■ WHAT THIS TASK INVOLVES:
Using the listing below, copy every line that mentions "solving".

____ DATA TO USE

@pytest.mark.parametrize(
    ("error", "code"),
    [
        (errors.ColdseamError("something foreseen"), 1),
        (errors.CaseError([errors.Fault(path=("model", "accuracy"), what="must be above 0")]), 2),
        (errors.GeometryError("the part has an open surface"), 3),
        (errors.SolveError("the balance does not close"), 4),
        (errors.OutputError("the disk is full"), 5),
    ],
)
def test_each_error_has_its_code_and_one_clear_text(monkeypatch, capsys, error, code):
    def fail(options):
        raise error

    monkeypatch.setattr(cli, "_schema", fail)
    assert cli.main(["schema"]) == code
    shown = capsys.readouterr()
    assert shown.out == ""
    assert shown.err == f"coldseam: {error}\n"


def test_ctrl_c_ends_with_130_and_one_word(monkeypatch, capsys):
    def interrupt(options):
        raise KeyboardInterrupt

    monkeypatch.setattr(cli, "_schema", interrupt)
    assert cli.main(["schema"]) == 130
    assert capsys.readouterr().err == "coldseam: interrupted\n"


def test_an_unforeseen_error_is_called_ours_and_debug_shows_where(monkeypatch, capsys):
    def fail(options):
        raise ZeroDivisionError("division by zero")

    monkeypatch.setattr(cli, "_schema", fail)
    assert cli.main(["schema"]) == 1
    shown = capsys.readouterr().err
    assert "internal error: ZeroDivisionError: division by zero" in shown
    assert "fault of coldseam" in shown
    assert "Traceback" not in shown
    assert cli.main(["--debug", "schema"]) == 1
    assert "Traceback" in capsys.readouterr().err


def test_a_name_in_an_error_cannot_steer_the_terminal(monkeypatch, capsys):
    def fail(options):
        raise errors.GeometryError("body '\x1b[2J\u202egnp' is empty")

    monkeypatch.setattr(cli, "_schema", fail)
    cli.main(["schema"])
    assert capsys.readouterr().err == "coldseam: body '\\x1b[2J\\u202egnp' is empty\n"


def test_no_command_and_an_unknown_option_are_faults_of_the_command_line():
    assert command().returncode == 2
    refused = command("run", "case.toml", "--out", "out", "--mesh-size", "1")
    assert refused.returncode == 2
    assert "unrecognized arguments: --mesh-size" in refused.stderr


def test_version():
    assert command("--version").stdout == f"coldseam {__version__}\n"


def test_a_case_file_that_is_not_there_is_named(tmp_path):
    done = command("check", str(tmp_path / "none.toml"))
    assert done.returncode == 2
    assert "none.toml" in done.stderr
    assert "Traceback" not in done.stderr


def test_a_fault_of_the_case_is_placed_by_file_and_line(tmp_path):
    case = tmp_path / "bad.toml"
    case.write_text('title = "bad"\n\n[model]\ndimensions = 3\nacuracy = "1 %"\n', encoding="utf-8")
    done = command("check", str(case))
    assert done.returncode == 2
    assert "bad.toml:5: model.acuracy: " in done.stderr
    assert "accuracy" in done.stderr.replace("acuracy", "")
    assert done.stdout == ""


def test_schema_is_a_json_schema():
    from jsonschema import Draft202012Validator

    schema = json.loads(command("schema").stdout)
    Draft202012Validator.check_schema(schema)
    assert {"title", "model", "spaces", "materials", "body", "boundary"} <= set(schema["properties"])


def test_materials_are_found_and_shown_with_units_and_source():
    listed = command("materials", "PIR", "aged").stdout
    assert "PIR foam, aged" in listed
    shown = command("materials", "--show", "PIR foam, aged").stdout
    assert "conductivity:  0.027 W/(m·K)" in shown  # ASHRAE Refrigeration 2014 ch. 24: PIR .027
    assert "source:" in shown


def test_an_unknown_material_is_told_with_near_names():
    done = command("materials", "--show", "PIR foam, agd")
    assert done.returncode == 2
    assert "'PIR foam, aged'" in done.stderr
    assert command("materials", "no such stuff").returncode == 1


def test_a_reader_that_leaves_early_is_no_error():
    with subprocess.Popen(
        [sys.executable, "-m", "coldseam", "materials"],
        env={**os.environ, "PYTHONPATH": str(TOP / "solver")},
        stdout=subprocess.PIPE,
        stderr=subprocess.PIPE,
    ) as process:
        process.stdout.close()
        complaints = process.stderr.read()
        assert process.wait(timeout=60) == 0
    assert complaints == b""


# -------------------------------------------------------------------------- examples


@pytest.fixture
def small_shipment(tmp_path, monkeypatch):
    """A shipment of one case with one part, in place of the real one."""
    home = tmp_path / "shipped"
    (home / "cases").mkdir(parents=True)
    (home / "meshes").mkdir()
    (home / "cases" / "one.toml").write_text("one", encoding="utf-8")
    (home / "meshes" / "part.step").write_text("part", encoding="utf-8")
    monkeypatch.setattr(shipped, "HERE", home)
    return home


def test_examples_never_overwrite_what_differs(small_shipment, tmp_path, capsys):
    out = tmp_path / "mine"
    assert cli.main(["examples", str(out)]) == 0
    assert cli.main(["examples", str(out)]) == 0  # equal files are left as they are
    (out / "cases" / "one.toml").write_text("my own work", encoding="utf-8")
    (out / "meshes" / "part.step").unlink()
    capsys.readouterr()
    assert cli.main(["examples", str(out)]) == 5
    assert "one.toml" in capsys.readouterr().err
    assert (out / "cases" / "one.toml").read_text(encoding="utf-8") == "my own work"
    assert not (out / "meshes" / "part.step").exists()  # nothing at all was copied


def test_examples_into_a_file_is_a_fault_of_the_output(small_shipment, tmp_path, capsys):
    (tmp_path / "file").write_text("", encoding="utf-8")
    assert cli.main(["examples", str(tmp_path / "file")]) == 5
    assert "file" in capsys.readouterr().err


def missing_parts(folder: Path) -> list[str]:
    """Return the files that the case files of a folder name and that are not there."""
    missing = []
    for case in sorted((folder / "cases").glob("*.toml")):
        document = tomllib.loads(case.read_text(encoding="utf-8"))
        named = [document.get("model", {}).get("mesh"), *(body.get("file") for body in document.get("body", []))]
        missing += [f"{case.name}: {name}" for name in named if name and not (case.parent / name).is_file()]
    return missing


def test_copied_examples_bring_every_file_that_they_name(tmp_path):
    done = command("examples", str(tmp_path / "mine"))
    assert done.returncode == 0, done.stderr
    copied = sorted((tmp_path / "mine" / "cases").glob("*.toml"))
    assert [path.name for path in copied] == sorted(path.name for path in (TOP / "cases").glob("*.toml"))
    assert missing_parts(tmp_path / "mine") == []


def test_a_missing_part_would_be_seen(tmp_path):
    (tmp_path / "cases").mkdir()
    (tmp_path / "cases" / "a.toml").write_text('[[body]]\nfile = "../meshes/gone.step"\n', encoding="utf-8")
    assert missing_parts(tmp_path) == ["a.toml: ../meshes/gone.step"]


def test_cases_and_library_travel_in_the_wheel(tmp_path):
    build = [sys.executable, "-m", "pip", "wheel", "-q", "--no-deps", "--no-build-isolation", "-w", str(tmp_path), "."]
    source = tmp_path / "source"  # setuptools writes beside the source it builds
    copy = "cp -a pyproject.toml README.md solver cases meshes"
    source.mkdir()
    subprocess.run([*copy.split(), str(source)], cwd=TOP, check=True)
    subprocess.run(build, cwd=source, check=True, capture_output=True, timeout=300)
    (wheel,) = tmp_path.glob("*.whl")
    with zipfile.ZipFile(wheel) as archive:
        inside = set(archive.namelist())
        archive.extractall(tmp_path / "installed")
    assert "coldseam/shipped/__init__.py" in inside
    assert {f"coldseam/shipped/{path.as_posix()}" for path in shipped.shipped_files()} <= inside
    library = (TOP / "solver" / "coldseam" / "case" / "library").glob("*.toml")
    assert {f"coldseam/case/library/{path.name}" for path in library} <= inside
    code = {path.relative_to(source / "solver").as_posix() for path in (source / "solver" / "coldseam").rglob("*.py")}
    assert code <= inside
    done = command("examples", str(tmp_path / "mine"), source=tmp_path / "installed")
    assert done.returncode == 0, done.stderr
    assert missing_parts(tmp_path / "mine") == []


# -------------------------------------------------------------------------- progress


def test_elsewhere_than_on_a_terminal_progress_is_plain_lines():
    stream = io.StringIO()
    with progress.Log(stream, live=False) as log:
        log("meshing", "12 000 nodes")
        log("solving", "round 1\x1b[2J")
    first, second = stream.getvalue().splitlines()
    assert first.endswith("] meshing: 12 000 nodes")
    assert second.endswith("] solving: round 1\\x1b[2J")
    assert "\r" not in stream.getvalue()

________

■ RESPONSE AREA:
        log("solving", "round 1\x1b[2J")
    assert second.endswith("] solving: round 1\\x1b[2J")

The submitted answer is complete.